It was heart-wrenching, it felt like a punch in the face, but despite our refusal to take out one another, both Walter and Raoul had died, leaving just me as the last of the participants. Mégane, Johansson, Diaz, Aykut, Jovanovich – all the others – they had died. Some by each other's hand, others by mine. All taken out in the line of fire, while the world was watching us, glued to their screens, betting on the outcome, cheering for participants, cursing about others. Betting stations were running in overdrive, merchandise was being sold.

So all fanciness, redeemers, and exploding metro stations aside... if you would go back to the basis, then it turned out that this might not be a Survival Game after all. “If this is a LEAGUE Game, then I've won, haven't I?”

Valentina smiled. “Well, lookie here. All this time you were so busy trying to survive, that you were forgetting what kind of Game you were actually playing.”

I blinked again, my breath catching in my throat. “If this is a League Game, then I am not dying. I'll probably be screwed over royally in another way, but it means that you're not allowed to kill me, right?”

“I could kill you anyway if I wanted to, whether I am allowed to or not,” Valentina grinned, and it seemed like her face was aglow with mischief and possibilities. “I just don't think one should /shoot/ a League winner.

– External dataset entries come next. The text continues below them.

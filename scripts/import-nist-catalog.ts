/**
 * Regenerates the catalog rows read from NIST ASD line tables, and the hydrogenic rows
 * (npm run catalog:nist [-- DIR] [--check]).
 *
 *   DIR      the folder of NIST ASD ASCII tables (default: ../shared/nist-asd beside the repo)
 *   --check  write nothing; exit 1 if the committed files differ from what DIR gives
 *
 * Writes data/lines/nist-asd.tsv (13 spectra, every line of 300–1000 nm at or above the
 * spectrum's intensity threshold below, converted by src/lines/nistImport.ts),
 * data/lines/hydrogenic.tsv (H I, He II from src/lines/hydrogenic.ts), the generated block of
 * data/lines/sources.yaml (one source key per table, naming its retrieval date), and takes
 * those species' rows out of data/lines/atomic.tsv (where the recalled rows were).
 * docs/catalog.md explains the thresholds; data/lines/CHANGES.md records each regeneration.
 */
import { existsSync, readFileSync, writeFileSync } from 'node:fs';
import { dirname, join, resolve } from 'node:path';
import { fileURLToPath } from 'node:url';
import { HYDROGENIC_SPECTRA, hydrogenicLines } from '../src/lines/hydrogenic.js';
import { catalogRow, convertNistExport, type ImportedRow } from '../src/lines/nistImport.js';
import { CATALOG_COLUMNS } from '../src/lines/parse.js';

const root = resolve(dirname(fileURLToPath(import.meta.url)), '..');
const args = process.argv.slice(2);
const CHECK = args.includes('--check');
/** Experiments only: --top N sets each threshold to the N-th strongest line's intensity. */
const TOP = args.includes('--top') ? Number(args[args.indexOf('--top') + 1]) : null;
const dir = resolve(
  args.find((a, i) => !a.startsWith('--') && args[i - 1] !== '--top') ??
    join(root, '..', 'shared', 'nist-asd'),
);

/** The wavelength range kept (vacuum nm): what grating spectroscopes and cameras reach. */
const RANGE_NM: [number, number] = [300, 1000];
/** Hydrogenic lines: the same, widened to keep H I P7 (1005 nm) and He II 5–4 (1012 nm). */
const HYDROGENIC_RANGE_NM: [number, number] = [300, 1015];

interface Table {
  file: string;
  species: string;
  /** The first retrieval date the file's header gives (checked against it), ISO. */
  retrieved: string;
  /** How the header writes that date, to check it. */
  header_date: string;
  /** Later additions the header names. */
  added?: string;
  /**
   * Lowest Rel. Int. kept, on the table's own scale. Chosen per spectrum so that it keeps about
   * its 40 strongest lines of 300–1000 nm (Fe I about 110, for the stellar groups): the density
   * at which the identification benchmark stays where it was with the recalled lists; denser
   * lists raise every species' chance matches (docs/catalog.md, "Thresholds"). Lines without an
   * intensity (Ritz-only lines never observed) fall below every threshold.
   */
  min_intensity: number;
  /**
   * Range kept (vacuum nm) when it differs from RANGE_NM: He I keeps its 1083 nm triplet, the
   * strongest He I line beyond 1000 nm and the one solar prominences and the chromosphere are
   * studied in (silicon cameras still reach it).
   */
  range_nm?: [number, number];
}

const TABLES: readonly Table[] = [
  {
    file: 'ArI_vacuum.txt',
    species: 'Ar I',
    retrieved: '2016-04-21',
    header_date: '21-Apr-2016',
    min_intensity: 100,
  },
  {
    file: 'ArII_vacuum.txt',
    species: 'Ar II',
    retrieved: '2018-10-03',
    header_date: '03-Oct-2018',
    min_intensity: 160,
  },
  {
    file: 'CdI_vacuum.txt',
    species: 'Cd I',
    retrieved: '2016-04-21',
    header_date: '21-Apr-2016',
    added: '2800–3000 Å added 2022-04-14',
    min_intensity: 2,
  },
  {
    file: 'CuI_vacuum.txt',
    species: 'Cu I',
    retrieved: '2016-06-13',
    header_date: '13 Jun 2016',
    min_intensity: 750,
  },
  {
    file: 'FeI_vacuum.txt',
    species: 'Fe I',
    retrieved: '2020-04-23',
    header_date: '23-Apr-2020',
    min_intensity: 140000,
  },
  {
    file: 'FeII_vacuum.txt',
    species: 'Fe II',
    retrieved: '2020-04-23',
    header_date: '23-Apr-2020',
    min_intensity: 5000,
  },
  {
    file: 'HeI_vacuum.txt',
    species: 'He I',
    retrieved: '2016-05-02',
    header_date: 'May 2, 2016',
    min_intensity: 2,
    range_nm: [300, 1100],
  },
  {
    file: 'HgI_vacuum.txt',
    species: 'Hg I',
    retrieved: '2016-04-21',
    header_date: '21-Apr-2016',
    added: '10000–12000 Å added 2017-03-26, 2800–3000 Å added 2022-04-14',
    min_intensity: 30,
  },
  {
    file: 'KrI_vacuum.txt',
    species: 'Kr I',
    retrieved: '2016-04-14',
    header_date: '14 Apr 2016',
    min_intensity: 100,
  },
  {
    file: 'NeI_vacuum.txt',
    species: 'Ne I',
    retrieved: '2016-04-21',
    header_date: '21-Apr-2016',
    min_intensity: 10000,
  },
  {
    file: 'NeII_vacuum.txt',
    species: 'Ne II',
    retrieved: '2023-06-27',
    header_date: '27-Jun-2023',
    min_intensity: 300,
  },
  {
    file: 'XeI_vacuum.txt',
    species: 'Xe I',
    retrieved: '2020-08-28',
    header_date: '28 Aug 2020',
    min_intensity: 200,
  },
  {
    file: 'ZnI_vacuum.txt',
    species: 'Zn I',
    retrieved: '2016-05-02',
    header_date: 'May 2, 2016',
    min_intensity: 2,
  },
];

const HYDROGENIC_SOURCE = 'rydberg-codata-2018';

const sourceKey = (t: Table) => `nist-asd-${t.species.toLowerCase().replace(/\s+/g, '-')}-${t.retrieved}`;

/**
 * A line the table lists as observed but without an intensity number (Fe I's self-reversed
 * resonance lines, "r" alone; Xe I 462.4 and 467.1 nm, blank) is kept when its transition
 * probability Aki is at least this: a strong transition, not a faint one. It keeps intensity 1
 * (ranks last in its species): no number is invented for it.
 */
const MIN_AKI_WITHOUT_INTENSITY_PER_S = 1e6;

const keep = (t: Table, r: ImportedRow) =>
  r.intensity_stated
    ? r.intensity >= t.min_intensity
    : r.basis === 'observed' && (r.aki_per_s ?? 0) >= MIN_AKI_WITHOUT_INTENSITY_PER_S;

/** Two kept lines of a species closer than this are one line to the catalog (its checks). */
const MIN_GAP_NM = 0.001;

/**
 * Below each spectrum's threshold, the catalog also keeps its next strongest lines, down to the
 * FAINT_LINES-th strongest line of the spectrum in range, flagged `faint`. Identification never
 * weighs a faint line as evidence for or against its species (so the chance model sees the
 * same density as before); it only assigns a measured line that nothing else explains to a
 * faint line of a species the explanation already holds (docs/identification.md, "Faint lines").
 */
const FAINT_LINES = 250;

/** Lines closer than MIN_GAP_NM merged into one, the stronger's wavelength, flagged as a blend. */
function mergeClose(rows: readonly ImportedRow[]): ImportedRow[] {
  const kept: ImportedRow[] = [];
  for (const r of rows) {
    const last = kept.at(-1);
    if (last && r.vacuum_nm - last.vacuum_nm <= MIN_GAP_NM) {
      const strong = r.intensity > last.intensity ? r : last;
      const flags = [...new Set([...last.flags, ...r.flags, 'blend'])];
      kept[kept.length - 1] = { ...strong, intensity: Math.max(r.intensity, last.intensity), flags };
      continue;
    }
    kept.push(r);
  }
  return kept;
}

function fail(message: string): never {
  process.stderr.write(`catalog:nist: ${message}\n`);
  process.exit(1);
}

interface Imported {
  table: Table & { faint_min_intensity: number };
  rows: ImportedRow[];
  /** Lines below the threshold kept as faint (flag `faint`), none within MIN_GAP_NM of a kept one. */
  faint: ImportedRow[];
  all_in_range: number;
  observed: number;
}

function importTable(table: Table): Imported {
  let t = table;
  const path = join(dir, t.file);
  if (!existsSync(path)) fail(`no ${path} (give the folder of the NIST ASD tables as an argument)`);
  const text = readFileSync(path, 'utf8');
  const head = text.split('\n').slice(0, 8).join('\n');
  if (!head.includes(t.header_date))
    fail(`${t.file}: the header does not give the retrieval date ${t.header_date}`);
  const outcome = convertNistExport(text, t.file, {
    species: t.species,
    medium: null,
    sourceKey: sourceKey(t),
  });
  if (!outcome.ok)
    fail(`${t.file}: ${outcome.diagnostics.map((d) => `${d.line}:${d.col} ${d.message}`).join('; ')}`);
  const [from_nm, to_nm] = t.range_nm ?? RANGE_NM;
  const inRange = outcome.value.rows.filter((r) => r.vacuum_nm >= from_nm && r.vacuum_nm <= to_nm);
  if (TOP !== null) {
    const sorted = inRange.map((r) => r.intensity).sort((a, b) => b - a);
    t = { ...t, min_intensity: Math.max(2, sorted[Math.min(TOP, sorted.length) - 1] ?? 2) };
  }
  // Closer than the catalog tells lines apart: one line, the stronger's wavelength, a blend.
  const kept = mergeClose(inRange.filter((x) => keep(t, x)));
  const stated = inRange
    .filter((r) => r.intensity_stated)
    .map((r) => r.intensity)
    .sort((a, b) => b - a);
  const faintMin = stated[Math.min(FAINT_LINES, stated.length) - 1] ?? Number.POSITIVE_INFINITY;
  const nearKept = (r: ImportedRow) => kept.some((k) => Math.abs(k.vacuum_nm - r.vacuum_nm) <= MIN_GAP_NM);
  const faint = mergeClose(
    inRange.filter((r) => r.intensity_stated && !keep(t, r) && r.intensity >= faintMin && !nearKept(r)),
  ).map((r) => ({ ...r, flags: [...r.flags, 'faint'] }));
  return {
    table: { ...t, faint_min_intensity: faintMin },
    rows: kept,
    faint,
    all_in_range: inRange.length,
    observed: kept.filter((r) => r.basis === 'observed').length,
  };
}

const imported = TABLES.map(importTable);
const byName = (a: string, b: string) => (a < b ? -1 : a > b ? 1 : 0);
imported.sort((a, b) => byName(a.table.species, b.table.species));

const nistTsv = [
  '# lineledger bundled line catalog: lines READ from NIST ASD line tables (fixed-width ASCII output, vacuum).',
  '# GENERATED by scripts/import-nist-catalog.ts (npm run catalog:nist) from the tables named by each source key',
  '# in sources.yaml; do not edit by hand. Per spectrum: every line of 300-1000 nm (vacuum) with Rel. Int. at or',
  '# above the threshold below (and observed lines without an intensity whose Aki >= 1e6 /s, written as 1); the observed wavelength where the table has one, else the Ritz wavelength;',
  '# vacuum_nm as the table gives it; air_nm COMPUTED with the IAU formula (Morton 2000, ApJS 130, 403).',
  '# Rel. Int. descriptors become flags (docs/catalog.md). Intensities compare only within one spectrum.',
  ...imported.map(
    (i) =>
      `#   ${i.table.species.padEnd(6)} ${i.table.file.padEnd(16)} Rel. Int. >= ${String(i.table.min_intensity).padEnd(6)} ${String(i.rows.length).padStart(4)} of ${i.all_in_range} lines in range (${i.observed} observed, ${i.rows.length - i.observed} Ritz); faint ${String(i.faint.length).padStart(4)} more down to Rel. Int. ${i.table.faint_min_intensity}`,
  ),
  `# Faint rows (flag "faint"): the next strongest lines, down to the ${FAINT_LINES}th strongest of the spectrum in range; never weighed as evidence.`,
  CATALOG_COLUMNS.join('\t'),
  ...imported.flatMap((i) =>
    [...i.rows, ...i.faint]
      .sort((a, b) => a.vacuum_nm - b.vacuum_nm)
      .map((r) => catalogRow(r, sourceKey(i.table))),
  ),
].join('\n');

const hydrogenic = HYDROGENIC_SPECTRA.flatMap((s) => hydrogenicLines(s, ...HYDROGENIC_RANGE_NM));
const hydrogenicTsv = [
  '# lineledger bundled line catalog: hydrogenic lines (H I, He II) COMPUTED, not read: origin "computed".',
  '# GENERATED by scripts/import-nist-catalog.ts from src/lines/hydrogenic.ts; do not edit by hand.',
  '# Rydberg formula with the reduced mass and the level-averaged fine structure (order alpha^2), CODATA 2018',
  "# constants (src/constants.ts); unc_nm is half the spread of the lower level's fine-structure components.",
  '# Intensity is a ranking rule, not a measurement: 1e6 / (n_lower^3 n_upper^3). Air by the IAU formula.',
  '# Series: H I n_lower 2 (Balmer), 3 (Paschen); He II n_lower 3, 4 (Pickering), 5; n_upper up to 20; 300-1015 nm.',
  CATALOG_COLUMNS.join('\t'),
  ...hydrogenic.map((l) =>
    [
      l.species,
      l.vacuum_nm.toFixed(4),
      l.air_nm === null ? '-' : l.air_nm.toFixed(4),
      l.unc_nm.toFixed(4),
      String(l.intensity),
      '-',
      HYDROGENIC_SOURCE,
      'computed',
    ].join('\t'),
  ),
].join('\n');

// The recalled rows these files replace: every row of the 13 spectra in the hand-written files
// (Ar II's two laser lines in lighting.tsv among them), and H I / He II rows in atomic.tsv (their
// ultraviolet rows from the quasar composite, in nebular.tsv, stay).
const tableSpecies = new Set(TABLES.map((t) => t.species));
const hydrogenicSpecies = new Set(HYDROGENIC_SPECTRA.map((s) => s.species));
const handWritten = ['atomic.tsv', 'lighting.tsv', 'molecular.tsv', 'nebular.tsv'].map((name) => {
  const path = join(root, 'data', 'lines', name);
  const text = readFileSync(path, 'utf8')
    .split('\n')
    .filter((row) => {
      if (row.startsWith('#')) return true;
      const species = row.split('\t')[0] as string;
      return !(tableSpecies.has(species) || (name === 'atomic.tsv' && hydrogenicSpecies.has(species)));
    })
    .join('\n');
  return [path, text] as [string, string];
});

And you just happen to the be the winner of the Southern League. Congratulations, Dani.”

/I know you can win this, Dani,/ Walter's last words had been. He told me I had to survive, that I had to win. And this was exactly what was happening now. Valentina Marin was handing me the victory on a silver platter. All I had to do is accept it. I couldn't believe it. “Walter...” I sighed.

Valentina shrugged. “You can dedicate your win to him, if you want to. Now come on, let's leave this vehicle. I don't think it's going to blow, but I'd feel better if we'd go outside.”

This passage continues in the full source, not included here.